In today’s data-driven world, managing and extracting value from data are crucial capabilities. Two of the most common capabilities required for this are data cataloging and data warehousing. Data cataloging allows us to keep track of metadata and acts as a guiding beacon for data pipelines. On the other hand, data warehousing enables us to process large volumes of data efficiently for deriving insights.
Azure provides two powerful services for these capabilities – Azure Purview for data cataloging and governance, and Azure Synapse Analytics for data warehousing. In this article, we will explore how to integrate these two services to access data catalog assets hosted in Azure Purview from Azure Synapse.
Prerequisites
Before we begin, make sure you have the necessary privileges to administer and operate Azure Purview and Azure Synapse services on your Azure account. You will also need an instance of Azure Purview with some data repositories cataloged, as well as an instance of Azure Synapse Workspace.
Configuring Azure Purview for Integration
To integrate Azure Purview with Azure Synapse, open the Azure Synapse Studio and navigate to the Manage blade. Under the External connections section, you will find Azure Purview (Preview). Click on “Connect to a Purview account” and select your Purview account from the list. This will register the account with Azure Synapse and integrate it with Purview.
Once the integration is complete, you can access the Purview catalog from Synapse Studio. Navigate to the Data tab and select “Purview” from the search bar dropdown. Now you can search for data assets cataloged in Purview directly from Synapse Studio.
Exploring the Purview Catalog
When searching the Purview catalog from Synapse Studio, you can type a full or partial name of the database object you intend to search. The search results will show a list of database objects that match the criteria. These results are specific to the Purview account instance and not the Synapse pools.
Clicking on an item in the search results will display detailed information about the data asset. You can explore its schema, lineage, data classification, related database objects, and more. The related tab can also help you find similar or related database objects.
Taking Actions in Synapse Studio
Once you have discovered a data asset of interest, you can take corresponding actions in Synapse Studio. This includes creating a linked service, integration dataset, or a new data flow to source the data from the targeted object. The Connect and Develop menu items provide links to initiate these actions.

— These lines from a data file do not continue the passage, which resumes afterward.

/**
 * /courses/:courseId/roster/import: choose the registrar's file → match its
 * columns → check every row (nothing is written) → apply all rows at once.
 * The file is sent again on apply, with the preview's SHA-256; nothing is kept
 * on the server between the steps.
 */
export function RosterImportPage() {
  const course = useCourseFromLayout();
  const preview = usePreviewRoster(course.id);
  const apply = useApplyRoster(course.id);
  const [step, setStep] = useState<Step>('file');
  const [file, setFile] = useState<File | null>(null);
  const [tooBig, setTooBig] = useState(false);
  const [mapping, setMapping] = useState<RosterMapping | null>(null);
  const [result, setResult] = useState<RosterApplyResult | null>(null);
  const [show, setShow] = useState<'all' | RowStatus>('all');
  const ids = { file: useId(), show: useId() };
  const data = preview.data;

  if (!course.permissions.manageRoster) {
    return <ErrorNotice what="the import" error={new Error('Only the lecturers of a running course import its roster.')} />;
  }

  const readFile = (event: FormEvent) => {
    event.preventDefault();
    if (!file) return;
    apply.reset();
    preview.mutate(
      { file },
      {
        onSuccess: (p) => {
          setMapping(p.suggestedMapping);
          setStep('columns');
        },
      },
    );
  };
  const checkRows = (event: FormEvent) => {
    event.preventDefault();
    if (!file || !mapping) return;
    preview.mutate({ file, mapping }, { onSuccess: () => setStep('check') });
  };
  const applyNow = () => {
    if (!file || !mapping || !data) return;
    apply.mutate({ file, mapping, sha256: data.sha256 }, { onSuccess: (r) => { setResult(r); setStep('done'); } });
  };
  const restart = () => {
    preview.reset();
    apply.reset();
    setFile(null);
    setMapping(null);
    setResult(null);
    setStep('file');
  };

  const rows = data ? (show === 'all' ? data.rows : data.rows.filter((r) => r.status === show)) : [];

  return (
    <>
      <title>{`Import roster · ${course.code} · Bondmark`}</title>
      <div className="mb-2 flex flex-wrap items-baseline justify-between gap-2">
        <h2 className="font-serif text-xl font-semibold">Import the roster</h2>
        <Link to=".." relative="path" className="text-sm">
          Back to the roster
        </Link>
      </div>
      <Steps current={step} />

      {step === 'file' ? (
        <form onSubmit={readFile} className="grid max-w-[40rem] gap-3" aria-label="Choose the roster file">
          <div className="flex flex-col">
            <label htmlFor={ids.file} className="mb-1 text-sm font-semibold text-ink">
              Roster file (CSV or XLSX)
            </label>
            <input
              id={ids.file}
              type="file"
              accept=".csv,.txt,.xlsx,text/csv,application/vnd.openxmlformats-officedocument.spreadsheetml.sheet"
              onChange={(e) => {
                const chosen = e.target.files?.[0] ?? null;
                setTooBig(Boolean(chosen && chosen.size > ROSTER_FILE_MAX_BYTES));
                setFile(chosen);
              }}
              className="text-ink file:mr-3 file:rounded-[3px] file:border file:border-rule-strong file:bg-sheet file:px-3 file:py-1.5 file:font-semibold file:text-ink"
            />
            <p className="mt-1 text-[0.85rem] text-graphite">
              The registrar&rsquo;s export, one student a row under a header row: student number, family name, given name,
              e-mail, and optionally the section. At most <Num>5</Num> MB. Nothing is changed until you apply.
            </p>
          </div>
          {tooBig ? <FormError error={new Error('The file is larger than 5 MB; a roster is far smaller. Is it the right file?')} /> : null}
          <FormError error={preview.error} />
          <div>
            <Button type="submit" variant="primary" disabled={!file || tooBig || preview.isPending} aria-busy={preview.isPending || undefined}>
              Read file
            </Button>
          </div>
        </form>
      ) : null}

      {step === 'columns' && data && mapping ? (
        <form onSubmit={checkRows} aria-label="Match the columns">
          <p className="mb-3 max-w-[70ch] text-graphite">
            Read <span className="text-ink">{data.fileName}</span> ({data.format === 'xlsx' ? `sheet “${data.sheetName}”` : `CSV, separated by “${data.delimiter === '\t' ? 'tab' : data.delimiter}”`}
            ): <Num>{data.columns.length}</Num> columns, header on row <Num>{data.headerRowNumber}</Num>. Check which column holds what.
          </p>
          <Table label="Column mapping" testId="mapping-table">
            <thead>
              <tr>
                <Th>Roster field</Th>
                <Th>Column in the file</Th>
                <Th>First values</Th>
              </tr>
            </thead>
            <tbody>
              {ROSTER_FIELDS.map((field) => {
                const index = mapping[field];
                const column = index === null ? null : data.columns[index];
                return (
                  <tr key={field}>
                    <Td className="font-semibold whitespace-nowrap">
                      <label htmlFor={`map-${field}`}>{ROSTER_FIELD_LABEL[field]}</label>
                      {REQUIRED_ROSTER_FIELDS.includes(field) ? <span className="ml-1 font-normal text-graphite">(required)</span> : <span className="ml-1 font-normal text-graphite">(optional)</span>}
                    </Td>
                    <Td>
                      <select
                        id={`map-${field}`}
                        className={`${inputClasses} w-[18rem]`}
                        value={index ?? ''}
                        onChange={(e) => setMapping({ ...mapping, [field]: e.target.value === '' ? null : Number(e.target.value) })}
                      >
                        <option value="">Not in the file</option>
                        {data.columns.map((c) => (
                          <option key={c.index} value={c.index}>
                            {c.letter} · {c.header}
                          </option>
                        ))}
                      </select>
                    </Td>
                    <Td className="text-graphite">{column ? column.samples.join(' · ') || '(empty)' : '—'}</Td>
                  </tr>
                );
              })}
            </tbody>
          </Table>
          <div className="mt-3">
            <FormError error={preview.error} />
          </div>
          <div className="mt-4 flex gap-2">
            <Button type="submit" variant="primary" disabled={preview.isPending} aria-busy={preview.isPending || undefined}>
              Check rows
            </Button>
            <Button onClick={restart}>Choose another file</Button>
          </div>
        </form>
      ) : null}

      {step === 'check' && data ? (
        <section aria-label="Check the rows">
          <Counts summary={data.summary} />
          {data.problems.length ? (
            <div role="alert" className="mb-4 rounded-[3px] border border-antibonding/50 bg-sheet px-4 py-3 text-antibonding" data-testid="import-problems">
              <ul>
                {data.problems.map((p) => (
                  <li key={p}>{p}</li>
                ))}
              </ul>
            </div>
          ) : null}
          {data.warnings.length ? (
            <ul className="mb-4 text-caution" data-testid="import-warnings">
              {data.warnings.map((w) => (
                <li key={w}>◆ {w}</li>
              ))}
            </ul>
          ) : null}
          <div className="mb-3 flex flex-wrap items-end justify-between gap-3">
            <div className="flex flex-col">
              <label htmlFor={ids.show} className="mb-1 text-sm font-semibold text-ink">
                Show
              </label>
              <select id={ids.show} value={show} onChange={(e) => setShow(e.target.value as typeof show)} className={`${inputClasses} w-[12rem]`}>
                <option value="all">All rows</option>
                <option value="error">Rows with errors</option>
                <option value="new">New students</option>
                <option value="changed">Changed</option>
                <option value="unchanged">No change</option>
              </select>
            </div>
            <div className="flex flex-wrap items-center gap-2">
              <Button onClick={() => setStep('columns')}>Back to columns</Button>
              <Button variant="primary" onClick={applyNow} disabled={!data.canApply || apply.isPending} aria-busy={apply.isPending || undefined} aria-describedby="apply-note">
                Apply import
              </Button>
            </div>
          </div>
          <p id="apply-note" className="mb-3 text-[0.9rem] text-graphite">
            {data.canApply
              ? `Applying adds ${data.summary.new} and updates ${data.summary.changed} students in one step.`
              : data.summary.error
                ? `Nothing can be applied while ${data.summary.error} ${data.summary.error === 1 ? 'row has' : 'rows have'} errors: correct the file and choose it again.`
                : 'Nothing can be applied until the problems above are solved.'}
          </p>
          <FormError error={apply.error} />
          <Table label="Rows of the file" testId="preview-table">
            <thead>
              <tr>
                <Th className="text-right">Row</Th>
                <Th>Status</Th>
                <Th>Student number</Th>
                <Th>Family name</Th>
                <Th>Given name</Th>
                <Th>E-mail</Th>
                <Th>Section</Th>
                <Th>Details</Th>
              </tr>
            </thead>
            <tbody>
              {rows.map((r) => (
                <tr key={r.rowNumber} data-testid="preview-row" data-status={r.status}>
                  <Td className="text-right">
                    <Num>{r.rowNumber}</Num>
                  </Td>
                  <Td>
                    <StatusText tone={STATUS_LABEL[r.status].tone}>{STATUS_LABEL[r.status].label}</StatusText>
                  </Td>
                  <Td>
                    <Num>{r.studentNumber}</Num>
                  </Td>
                  <Td>{r.familyName}</Td>
                  <Td>{r.givenName}</Td>
                  <Td className="break-all">{r.email}</Td>
                  <Td>{r.section ?? <span className="text-graphite">—</span>}</Td>
                  <Td className="min-w-[18rem]">
                    <RowDetails row={r} />
                  </Td>
                </tr>
              ))}
              {rows.length === 0 ? (
                <tr>
                  <Td colSpan={8} className="py-5 text-center text-graphite">
                    No rows of this kind.
                  </Td>
                </tr>
              ) : null}
            </tbody>
          </Table>
          <MissingTable missing={data.missing} />
        </section>
      ) : null}

      {step === 'done' && result ? (
        <section aria-label="Import applied" data-testid="import-done">
          <p role="status" className="mb-3 text-bonding">
            ● The roster was updated from {data?.fileName}.
          </p>
          <Counts summary={result.summary} />
          <div className="flex gap-2">
            <Link to=".." relative="path" className="font-semibold">
              Open the roster
            </Link>
            <Button size="sm" variant="quiet" onClick={restart}>
              Import another file
            </Button>
          </div>
          <MissingTable missing={result.missing} />
        </section>
      ) : null}
    </>
  );
}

The benefit of integrating Azure Purview with Azure Synapse is that you can access the catalog right within the operational console of a data warehousing environment. This eliminates the need to switch between services and simplifies the data sourcing process.
Conclusion
In this article, we learned how to integrate Azure Purview and Azure Synapse Analytics. By cataloging data in Purview and integrating it with Synapse, we can access data assets from the catalog directly in Synapse Studio. This integration streamlines the data warehousing process and provides a convenient way to manage and source data within a single environment.